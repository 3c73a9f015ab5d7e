//! Elements and unknowns: the conductors cut finely enough for a highest frequency.
//!
//! Takes a [`Layout`] and a highest frequency; gives a [`Mesh`]: straight elements carrying a current of polynomial
//! degree 1 to 3, the map from element currents to unknowns (Kirchhoff's current law holds exactly at every junction), and
//! the ports. The mesh knows no frequency itself: everything in it holds at any lower one.
//!
//! `divide` decides where elements end, `anchor` how meshes of different lengths nest, `unknowns` numbers the currents.

mod anchor;
mod divide;
mod unknowns;

use crate::layout::{Jacket, Layout, Point};
pub use anchor::Anchor;
pub use divide::Density;
use num_complex::Complex64;

/// Highest polynomial degree of the current on an element.
pub const MAX_DEGREE: usize = 3;

/// A current at an element's end as a sum of unknowns: (unknown, factor).
pub type EndCurrent = Vec<(usize, f64)>;

/// A straight piece of a conductor with a polynomial current.
///
/// The current along it, positive from `start` to `end`, is
/// I(ξ) = I_s (1−ξ)/2 + I_e (1+ξ)/2 + Σ_q b_q (P_q(ξ) − P_{q−2}(ξ)), q = 2..=degree, ξ from −1 to 1, P_q Legendre polynomials.
#[derive(Debug, Clone)]
pub struct Element {
    /// Conductor it belongs to.
    pub conductor: usize,
    /// Distance of its start along the conductor, m.
    pub from_m: f64,
    /// Distance of its end along the conductor, m.
    pub to_m: f64,
    /// Start, m.
    pub start: Point,
    /// End, m.
    pub end: Point,
    /// Unit vector from start to end.
    pub tangent: Point,
    /// Length, m.
    pub length_m: f64,
    /// Radius of the metal, m.
    pub radius_m: f64,
    /// Jacket, if any.
    pub jacket: Option<Jacket>,
    /// Conductivity of the metal, S/m; `None` is a perfect conductor.
    pub conductivity_s_per_m: Option<f64>,
    /// Polynomial degree of the current, 1 to [`MAX_DEGREE`].
    pub degree: usize,
    /// Current at the start as a sum of unknowns (empty at a free end).
    pub start_current: EndCurrent,
    /// Current at the end as a sum of unknowns.
    pub end_current: EndCurrent,
    /// First of the `degree − 1` unknowns b_2..b_degree.
    pub first_inner: usize,
    /// Index of the node at the start; elements that share a node touch there.
    pub start_node: usize,
    /// Index of the node at the end.
    pub end_node: usize,
    /// Below the earth's surface (only over soil).
    pub below: bool,
}

impl Element {
    /// Point at ξ in −1..=1, m.
    #[must_use]
    pub fn at(&self, xi: f64) -> Point {
        self.start * (0.5 * (1.0 - xi)) + self.end * (0.5 * (1.0 + xi))
    }

    /// Legendre coefficients c_0..c_degree of the current for given unknowns (the rest zero).
    #[must_use]
    pub fn legendre_current(&self, unknowns: &[Complex64]) -> [Complex64; MAX_DEGREE + 1] {
        let end = |map: &EndCurrent| map.iter().map(|&(k, f)| unknowns[k] * f).sum::<Complex64>();
        let (start, stop) = (end(&self.start_current), end(&self.end_current));
        let mut c = [Complex64::ZERO; MAX_DEGREE + 1];
        c[0] = (start + stop) * 0.5;
        c[1] = (stop - start) * 0.5;
        for q in 2..=self.degree {
            let b = unknowns[self.first_inner + q - 2];
            c[q] += b;
            c[q - 2] -= b;
        }
        c
    }

    /// The same map the other way round: how each unknown enters c_0..c_degree, as (unknown, factors).
    #[must_use]
    pub fn legendre_map(&self) -> Vec<(usize, [f64; MAX_DEGREE + 1])> {
        let mut out = Vec::with_capacity(self.start_current.len() + self.end_current.len() + self.degree - 1);
        self.each_unknown(|unknown, factors| out.push((unknown, factors)));
        out
    }

    /// Hand every unknown of the element and its factors in c_0..c_degree to a function.
    pub fn each_unknown(&self, mut take: impl FnMut(usize, [f64; MAX_DEGREE + 1])) {
        self.start_current.iter().for_each(|&(k, f)| take(k, [0.5 * f, -0.5 * f, 0.0, 0.0]));
        self.end_current.iter().for_each(|&(k, f)| take(k, [0.5 * f, 0.5 * f, 0.0, 0.0]));
        for q in 2..=self.degree {
            let mut c = [0.0; MAX_DEGREE + 1];
            c[q] = 1.0;
            c[q - 2] = -1.0;
            take(self.first_inner + q - 2, c);
        }
    }
}

/// A series gap of stated width with a uniform field: the place where a source or a lumped part acts.
///
/// Its current is Σ weight · (mean current of the element); its voltage acts uniformly along each leg of the gap.
#[derive(Debug, Clone)]
pub struct Port {
    /// Elements of the gap; the weight is the element's share of its leg, negative where it runs against the port.
    pub elements: Vec<(usize, f64)>,
}

/// The conductors as elements and unknowns.
#[derive(Debug, Clone)]
pub struct Mesh {
    /// All elements, conductor by conductor, in order of distance.
    pub elements: Vec<Element>,
    /// Number of unknowns.
    pub unknowns: usize,
    /// Port 0 is the feed gap; then one for each of the layout's parts; then one for each extra place asked for.
    pub ports: Vec<Port>,
    /// Elements of each conductor as a range of indices.
    pub conductor_elements: Vec<std::ops::Range<usize>>,
}

impl Mesh {
    /// Mesh of a layout for frequencies up to `highest_hz`.
    ///
    /// # Inputs
    /// - `highest_hz`: the shortest wavelength decides the longest element
    /// - `density`: how fine; [`Density::default`] is what the accuracy contract is proved for
    /// - `extra_gaps`: further gaps (conductor, from m, to m) that become ports after those of the parts
    #[must_use]
    pub fn new(layout: &Layout, highest_hz: f64, density: Density, extra_gaps: &[(usize, f64, f64)]) -> Self {
        let pieces = divide::divide(layout, highest_hz, density, extra_gaps, &Anchor::default());
        unknowns::number(layout, &pieces, extra_gaps)
    }

    /// As [`Mesh::new`], but so that meshes of the same station with ends moved along their last leg share every element
    /// away from those ends.
    #[must_use]
    pub fn anchored(layout: &Layout, highest_hz: f64, density: Density, anchor: &Anchor) -> Self {
        let pieces = divide::divide(layout, highest_hz, density, &[], anchor);
        unknowns::number(layout, &pieces, &[])
    }
}
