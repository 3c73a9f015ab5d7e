//! Frequencies gathered into what a person calls one thing: a band with its edges, or a frequency of its own.

use super::figures::megahertz;
use crate::layout::BandEdge;
use crate::outcome::FrequencyOutcome;

/// Single frequencies beyond this number are one curve, not so many columns.
const SINGLE_AT_MOST: usize = 12;

/// Frequencies that belong together, by index.
#[derive(Debug, Clone, PartialEq)]
pub(super) struct Group {
    /// "40 m", or the frequency itself.
    pub(super) name: String,
    /// "7 to 7.2 MHz"; empty for one frequency.
    pub(super) span: String,
    /// Indices into the frequencies.
    pub(super) members: Vec<usize>,
}

impl Group {
    /// A run of frequencies that are no band: which one a value belongs to is not said by an edge.
    pub(super) fn is_run(&self) -> bool {
        self.span.is_empty() && self.members.len() > 1
    }
}

/// Groups the frequencies of a prediction.
pub(super) fn of_outcomes(frequencies: &[FrequencyOutcome]) -> Vec<Group> {
    let hertz: Vec<f64> = frequencies.iter().map(|f| f.frequency_hz).collect();
    let bands: Vec<Option<String>> = frequencies.iter().map(|f| f.band.clone()).collect();
    of_axes(&hertz, &bands)
}

/// Groups the frequencies of a study; `bands` is empty or as long.
pub(super) fn of_axes(frequencies_hz: &[f64], bands: &[Option<String>]) -> Vec<Group> {
    let band = |index: usize| bands.get(index).and_then(Option::as_ref);
    let singles = (0..frequencies_hz.len()).filter(|i| band(*i).is_none()).count();
    let mut groups: Vec<Group> = Vec::new();
    let mut last: Option<Option<&String>> = None;
    for index in 0..frequencies_hz.len() {
        let this = band(index);
        let joins = last == Some(this) && (this.is_some() || singles > SINGLE_AT_MOST);
        match groups.last_mut() {
            Some(group) if joins => group.members.push(index),
            _ => groups.push(Group { name: String::new(), span: String::new(), members: vec![index] }),
        }
        last = Some(this);
    }
    for group in &mut groups {
        name(group, frequencies_hz, band(group.members[0]));
    }
    groups
}

fn name(group: &mut Group, frequencies_hz: &[f64], band: Option<&String>) {
    let each = || group.members.iter().map(|i| frequencies_hz[*i]);
    let (low, high) = each().fold((f64::INFINITY, 0.0_f64), |(l, h), f| (l.min(f), h.max(f)));
    let span = if high > low {
        format!("{} to {} MHz", megahertz(low), megahertz(high))
    } else {
        format!("{} MHz", megahertz(low))
    };
    match band {
        Some(band) => (group.name, group.span) = (band.clone(), span),
        None => group.name = span,
    }
}

/// A frequency said shortly: "40 m low" or "7.1 MHz".
pub(super) fn short(frequency: &FrequencyOutcome) -> String {
    match (&frequency.band, frequency.edge) {
        (Some(band), Some(edge)) => format!("{band} {}", edge_word(edge)),
        (Some(band), None) => format!("{band}, {} MHz", megahertz(frequency.frequency_hz)),
        _ => format!("{} MHz", megahertz(frequency.frequency_hz)),
    }
}

/// One short word for an edge.
pub(super) fn edge_word(edge: BandEdge) -> &'static str {
    match edge {
        BandEdge::Low => "low",
        BandEdge::Middle => "mid",
        BandEdge::High => "high",
    }
}

/// An edge as the JSON has it.
pub(super) fn edge_name(edge: BandEdge) -> &'static str {
    match edge {
        BandEdge::Low => "low",
        BandEdge::Middle => "middle",
        BandEdge::High => "high",
    }
}

#[cfg(test)]
mod tests {
    use super::*;

    #[test]
    fn edges_of_a_band_are_one_group_and_single_frequencies_stay_alone() {
        let bands = [Some("40 m".to_string()), Some("40 m".to_string()), None, None];
        let groups = of_axes(&[7.0e6, 7.2e6, 10.12e6, 14.1e6], &bands);
        let members: Vec<_> = groups.iter().map(|g| g.members.clone()).collect();
        assert_eq!(members, vec![vec![0, 1], vec![2], vec![3]]);
        assert_eq!((groups[0].name.as_str(), groups[0].span.as_str()), ("40 m", "7 to 7.2 MHz"));
        assert_eq!(groups[1].name, "10.12 MHz");
        let curve: Vec<f64> = (0..50).map(|i| 3e6 + 1e5 * f64::from(i)).collect();
        assert_eq!(of_axes(&curve, &[]).len(), 1);
        assert!(of_axes(&curve, &[])[0].is_run() && groups.iter().all(|g| !g.is_run()));
    }
}
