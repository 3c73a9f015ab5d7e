//! Touchstone version 1.1 files of one port (`.s1p`).

use super::OutputError;
use num_complex::Complex64;
use std::io::Write;

/// Writes impedances as reflection coefficients against a reference.
///
/// Γ = (Z − R) / (Z + R), real and imaginary part, frequencies in Hz, ascending as the format asks, in the order of the
/// specification's option line: unit, parameter, format, R and the reference.
///
/// # Inputs
/// - `points`: frequency in Hz and impedance in ohm; a repeated frequency is written once, the first one given
/// - `reference_ohm`: real, > 0
///
/// # Errors
/// [`OutputError::Nothing`] without points, [`OutputError::Misfit`] for a reference or a point that is not a number,
/// [`OutputError::Stream`] when `target` refuses.
///
/// # Source
/// IBIS Open Forum, Touchstone file format specification version 1.1; ASCII only, `!` for comments.
pub fn s1p(points: &[(f64, Complex64)], reference_ohm: f64, mut target: impl Write) -> Result<(), OutputError> {
    let misfit = |reason: String| OutputError::Misfit { what: "the Touchstone file".into(), reason };
    if points.is_empty() {
        return Err(OutputError::Nothing {
            what: "the Touchstone file".into(),
            needs: "at least one frequency".into(),
        });
    }
    if !(reference_ohm > 0.0 && reference_ohm.is_finite()) {
        return Err(misfit(format!("the reference must be a resistance above zero, not {reference_ohm} ohm")));
    }
    let mut sorted = points.to_vec();
    sorted.sort_by(|a, b| a.0.total_cmp(&b.0));
    sorted.dedup_by(|later, first| later.0 == first.0);
    writeln!(target, "! Impedance at the radio end of the line")?;
    writeln!(target, "# HZ S RI R {reference_ohm}")?;
    for (frequency_hz, impedance_ohm) in sorted {
        let reflection = (impedance_ohm - reference_ohm) / (impedance_ohm + reference_ohm);
        if !(frequency_hz.is_finite() && reflection.re.is_finite() && reflection.im.is_finite()) {
            return Err(misfit(format!("there is no result at {frequency_hz} Hz")));
        }
        writeln!(target, "{frequency_hz} {:.9e} {:.9e}", reflection.re, reflection.im)?;
    }
    target.flush()?;
    Ok(())
}

#[cfg(test)]
mod tests {
    #![allow(clippy::unwrap_used)]
    use super::*;

    /// The worked figure of a kilohm terminal: against 50 ohm, 2450 ohm reflects 0.960 (50·(1+Γ)/(1−Γ) = 2450).
    #[test]
    fn lines_are_ascending_ascii_and_right() {
        let mut bytes = Vec::new();
        let points = [
            (14.1e6, Complex64::new(50.0, 0.0)),
            (7.1e6, Complex64::new(2450.0, 0.0)),
            (7.1e6, Complex64::new(1.0, 0.0)),
        ];
        s1p(&points, 50.0, &mut bytes).unwrap();
        let text = String::from_utf8(bytes).unwrap();
        assert!(text.is_ascii());
        let lines: Vec<&str> = text.lines().collect();
        assert_eq!(lines[1], "# HZ S RI R 50");
        assert_eq!(lines[2], "7100000 9.600000000e-1 0.000000000e0");
        assert_eq!(lines[3], "14100000 0.000000000e0 0.000000000e0");
        assert_eq!(lines.len(), 4);
    }

    /// Read back by a reader that is not ours; the same impedances come out, and another reference would not do.
    #[test]
    fn another_reader_gets_the_same_impedances() {
        let points: Vec<(f64, Complex64)> = (0..20)
            .map(|k| (7e6 + 1e4 * f64::from(k), Complex64::new(12.0 + 7.0 * f64::from(k), 90.0 - 11.0 * f64::from(k))))
            .collect();
        let mut bytes = Vec::new();
        s1p(&points, 75.0, &mut bytes).unwrap();
        let network = ::touchstone::Network::from_str("radio.s1p", &String::from_utf8(bytes).unwrap()).unwrap();
        assert_eq!(network.rank, 1);
        assert!(matches!(network.reference_impedance(), ::touchstone::ReferenceImpedance::Common(r) if r == 75.0));
        assert_eq!(network.f().len(), points.len());
        for (index, (frequency_hz, impedance_ohm)) in points.iter().enumerate() {
            assert!((network.f()[index] - frequency_hz).abs() < 1e-3);
            let s = network.s_matrix_at(index).unwrap().get(1, 1).unwrap();
            let s = Complex64::new(s.re, s.im);
            assert!((75.0 * (1.0 + s) / (1.0 - s) - impedance_ohm).norm() < 1e-5);
            assert!((50.0 * (1.0 + s) / (1.0 - s) - impedance_ohm).norm() > 1.0);
        }
    }

    #[test]
    fn nonsense_is_refused() {
        assert!(s1p(&[], 50.0, Vec::new()).is_err());
        assert!(s1p(&[(1e6, Complex64::new(50.0, 0.0))], 0.0, Vec::new()).is_err());
        let open = Complex64::new(f64::NAN, 0.0);
        assert!(s1p(&[(1e6, open)], 50.0, Vec::new()).unwrap_err().to_string().contains("1000000 Hz"));
    }
}
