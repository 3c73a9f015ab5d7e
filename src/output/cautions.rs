//! The usual cautions, said beside the results they bear on.

/// What stands under every result about a station at power.
pub(super) const STATION: [&str; 6] = [
    "High voltage stands at the ends of the wire and at the feed point whenever you transmit: out of reach of people and animals.",
    "A bare feed point, counterpoise or hot shield can burn whoever touches it; insulate what can be reached.",
    "Voltages here are the conductor's potential, a guide to insulation and burns; no meter reads them as such.",
    "Keep every wire, mast and rope away from power lines, also if it falls, also while it is being put up.",
    "Lightning: bond and protect the station as the local code asks; no choke and no low standing-wave ratio does that.",
    "Local electrical codes, licensed practice and a measured survey decide, not this program.",
];

/// What stands under a choice of choke.
pub(super) const CHOKE: &str = "A choke never replaces a bond: bonds, rods and protective conductors stay as they are, and the choke goes around them.";

/// The paragraph of cautions, one a line, each behind a dash.
pub(super) fn paragraph(more: &[&str]) -> String {
    let mut text = String::from("Cautions\n");
    for line in STATION.iter().chain(more) {
        text.push_str("  - ");
        text.push_str(line);
        text.push('\n');
    }
    text
}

§

Task description – Go through the entries and return each line where the word "belongs" occurs.

Solution below –
    /// Conductor it belongs to.
    /// A run of frequencies that are no band: which one a value belongs to is not said by an edge.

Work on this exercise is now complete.